The problem - Read the data below. Every line holding the string "tailwise" must be copied.

Exercise input -
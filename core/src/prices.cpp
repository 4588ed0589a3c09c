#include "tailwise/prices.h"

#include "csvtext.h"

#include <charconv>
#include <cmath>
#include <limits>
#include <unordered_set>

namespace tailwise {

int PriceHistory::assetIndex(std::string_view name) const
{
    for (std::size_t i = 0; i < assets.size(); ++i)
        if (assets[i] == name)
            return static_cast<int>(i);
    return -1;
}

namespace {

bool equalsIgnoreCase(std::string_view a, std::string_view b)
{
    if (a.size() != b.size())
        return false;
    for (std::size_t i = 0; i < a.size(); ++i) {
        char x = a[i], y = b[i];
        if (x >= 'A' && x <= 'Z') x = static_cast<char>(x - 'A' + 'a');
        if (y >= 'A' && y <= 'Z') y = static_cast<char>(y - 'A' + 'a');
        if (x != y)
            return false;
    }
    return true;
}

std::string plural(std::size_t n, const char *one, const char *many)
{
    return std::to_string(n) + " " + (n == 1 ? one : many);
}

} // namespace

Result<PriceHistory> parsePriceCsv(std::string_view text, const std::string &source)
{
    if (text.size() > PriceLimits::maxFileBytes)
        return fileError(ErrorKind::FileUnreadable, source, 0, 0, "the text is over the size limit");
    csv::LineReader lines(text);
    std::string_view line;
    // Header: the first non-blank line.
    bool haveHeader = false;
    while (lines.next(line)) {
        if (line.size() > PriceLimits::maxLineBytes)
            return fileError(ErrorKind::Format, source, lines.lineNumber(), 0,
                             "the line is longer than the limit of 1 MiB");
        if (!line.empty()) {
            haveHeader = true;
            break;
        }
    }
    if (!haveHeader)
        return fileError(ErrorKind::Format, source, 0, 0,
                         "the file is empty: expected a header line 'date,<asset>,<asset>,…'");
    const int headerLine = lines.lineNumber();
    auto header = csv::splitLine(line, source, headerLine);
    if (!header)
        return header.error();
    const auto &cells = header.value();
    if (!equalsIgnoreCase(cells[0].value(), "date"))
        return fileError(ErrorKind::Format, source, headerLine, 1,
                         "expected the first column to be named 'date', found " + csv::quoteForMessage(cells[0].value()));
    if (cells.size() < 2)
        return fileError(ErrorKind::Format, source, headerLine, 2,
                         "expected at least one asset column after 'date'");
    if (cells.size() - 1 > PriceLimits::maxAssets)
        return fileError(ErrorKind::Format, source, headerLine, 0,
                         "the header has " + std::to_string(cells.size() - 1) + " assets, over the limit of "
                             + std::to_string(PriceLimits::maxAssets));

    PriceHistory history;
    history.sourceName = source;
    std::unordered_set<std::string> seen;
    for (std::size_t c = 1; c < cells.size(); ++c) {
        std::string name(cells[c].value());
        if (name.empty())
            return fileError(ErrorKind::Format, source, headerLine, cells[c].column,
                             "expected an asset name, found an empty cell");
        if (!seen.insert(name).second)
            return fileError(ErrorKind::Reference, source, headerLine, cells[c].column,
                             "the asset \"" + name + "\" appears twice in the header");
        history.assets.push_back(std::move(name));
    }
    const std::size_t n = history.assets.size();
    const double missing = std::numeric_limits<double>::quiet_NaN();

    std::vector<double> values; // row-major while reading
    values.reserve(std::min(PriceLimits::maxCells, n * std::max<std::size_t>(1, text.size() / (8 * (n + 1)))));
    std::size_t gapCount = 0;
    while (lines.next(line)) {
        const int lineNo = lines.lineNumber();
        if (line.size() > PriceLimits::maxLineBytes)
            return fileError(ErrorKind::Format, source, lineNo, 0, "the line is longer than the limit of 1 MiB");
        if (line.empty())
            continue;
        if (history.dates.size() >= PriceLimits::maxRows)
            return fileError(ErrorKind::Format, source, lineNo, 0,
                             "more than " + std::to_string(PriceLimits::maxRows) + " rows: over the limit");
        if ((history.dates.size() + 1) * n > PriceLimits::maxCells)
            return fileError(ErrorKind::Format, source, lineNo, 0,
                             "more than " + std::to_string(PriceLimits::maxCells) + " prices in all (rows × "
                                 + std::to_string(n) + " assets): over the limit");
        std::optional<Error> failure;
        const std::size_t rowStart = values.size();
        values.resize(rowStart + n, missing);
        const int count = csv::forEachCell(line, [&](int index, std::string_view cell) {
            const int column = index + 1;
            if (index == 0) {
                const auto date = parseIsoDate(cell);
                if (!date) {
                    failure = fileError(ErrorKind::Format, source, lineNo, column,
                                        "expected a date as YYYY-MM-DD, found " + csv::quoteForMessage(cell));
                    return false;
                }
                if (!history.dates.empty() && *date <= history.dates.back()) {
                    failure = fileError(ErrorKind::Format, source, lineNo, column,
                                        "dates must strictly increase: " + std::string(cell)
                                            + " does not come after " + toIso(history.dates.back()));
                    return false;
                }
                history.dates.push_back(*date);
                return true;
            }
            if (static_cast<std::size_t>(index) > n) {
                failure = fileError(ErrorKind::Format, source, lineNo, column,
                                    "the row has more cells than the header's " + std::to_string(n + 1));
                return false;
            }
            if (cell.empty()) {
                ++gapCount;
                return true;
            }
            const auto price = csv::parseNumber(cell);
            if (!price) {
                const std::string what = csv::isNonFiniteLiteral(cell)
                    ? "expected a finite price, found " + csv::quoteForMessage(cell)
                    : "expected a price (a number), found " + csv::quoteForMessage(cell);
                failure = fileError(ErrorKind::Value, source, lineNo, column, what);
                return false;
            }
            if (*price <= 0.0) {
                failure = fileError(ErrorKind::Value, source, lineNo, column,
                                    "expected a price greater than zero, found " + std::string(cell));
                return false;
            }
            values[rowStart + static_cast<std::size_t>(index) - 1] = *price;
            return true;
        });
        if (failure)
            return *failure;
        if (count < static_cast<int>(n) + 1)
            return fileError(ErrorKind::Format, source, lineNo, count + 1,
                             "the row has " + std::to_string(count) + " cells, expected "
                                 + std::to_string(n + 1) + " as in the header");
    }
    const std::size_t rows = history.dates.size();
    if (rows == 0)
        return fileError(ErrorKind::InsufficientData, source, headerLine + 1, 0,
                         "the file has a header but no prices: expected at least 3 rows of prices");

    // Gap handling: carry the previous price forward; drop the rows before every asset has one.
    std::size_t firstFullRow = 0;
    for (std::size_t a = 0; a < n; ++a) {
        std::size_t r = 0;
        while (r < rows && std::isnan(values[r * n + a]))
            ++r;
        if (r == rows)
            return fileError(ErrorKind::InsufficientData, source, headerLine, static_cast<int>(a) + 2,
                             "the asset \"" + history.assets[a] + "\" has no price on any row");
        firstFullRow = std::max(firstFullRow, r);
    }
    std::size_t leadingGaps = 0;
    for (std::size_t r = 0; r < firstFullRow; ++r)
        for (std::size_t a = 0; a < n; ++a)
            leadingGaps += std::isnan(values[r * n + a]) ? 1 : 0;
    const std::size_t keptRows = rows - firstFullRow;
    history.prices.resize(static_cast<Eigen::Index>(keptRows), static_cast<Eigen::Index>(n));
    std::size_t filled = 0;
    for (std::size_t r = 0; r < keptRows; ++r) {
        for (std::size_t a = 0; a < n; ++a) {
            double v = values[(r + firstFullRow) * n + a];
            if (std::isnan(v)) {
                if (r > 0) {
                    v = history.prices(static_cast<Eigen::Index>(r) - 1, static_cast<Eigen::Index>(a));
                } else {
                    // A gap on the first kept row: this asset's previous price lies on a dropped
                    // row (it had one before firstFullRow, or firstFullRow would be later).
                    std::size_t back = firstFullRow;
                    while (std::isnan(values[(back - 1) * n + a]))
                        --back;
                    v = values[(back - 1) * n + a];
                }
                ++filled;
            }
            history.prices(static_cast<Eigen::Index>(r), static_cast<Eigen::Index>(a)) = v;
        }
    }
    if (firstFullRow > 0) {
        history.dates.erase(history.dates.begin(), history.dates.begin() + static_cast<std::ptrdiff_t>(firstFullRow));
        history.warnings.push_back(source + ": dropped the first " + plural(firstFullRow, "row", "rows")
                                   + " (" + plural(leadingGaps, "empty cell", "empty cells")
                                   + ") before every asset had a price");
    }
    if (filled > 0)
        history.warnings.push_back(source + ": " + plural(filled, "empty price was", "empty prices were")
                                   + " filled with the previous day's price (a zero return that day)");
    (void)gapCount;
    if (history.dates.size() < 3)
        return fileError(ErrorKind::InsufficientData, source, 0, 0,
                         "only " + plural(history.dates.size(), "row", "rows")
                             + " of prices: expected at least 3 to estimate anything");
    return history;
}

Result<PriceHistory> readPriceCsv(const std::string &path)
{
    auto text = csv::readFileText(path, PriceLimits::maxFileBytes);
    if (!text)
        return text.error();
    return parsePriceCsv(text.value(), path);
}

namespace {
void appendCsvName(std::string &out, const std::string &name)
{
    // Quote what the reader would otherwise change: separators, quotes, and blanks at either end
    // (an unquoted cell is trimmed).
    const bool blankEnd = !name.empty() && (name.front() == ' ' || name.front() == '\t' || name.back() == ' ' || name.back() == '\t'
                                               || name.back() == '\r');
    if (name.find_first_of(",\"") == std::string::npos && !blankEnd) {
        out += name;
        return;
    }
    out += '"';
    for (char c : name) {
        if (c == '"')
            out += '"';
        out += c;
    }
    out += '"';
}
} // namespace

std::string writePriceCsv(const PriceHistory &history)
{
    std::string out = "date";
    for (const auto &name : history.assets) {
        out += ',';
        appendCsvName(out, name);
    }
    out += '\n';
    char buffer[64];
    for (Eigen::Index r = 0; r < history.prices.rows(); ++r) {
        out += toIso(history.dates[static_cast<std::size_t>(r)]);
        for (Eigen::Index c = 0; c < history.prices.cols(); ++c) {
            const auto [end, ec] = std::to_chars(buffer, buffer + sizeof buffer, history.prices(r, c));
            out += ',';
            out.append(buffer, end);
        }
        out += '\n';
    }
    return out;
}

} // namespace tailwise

Solution -
#include "tailwise/prices.h"
namespace tailwise {
} // namespace tailwise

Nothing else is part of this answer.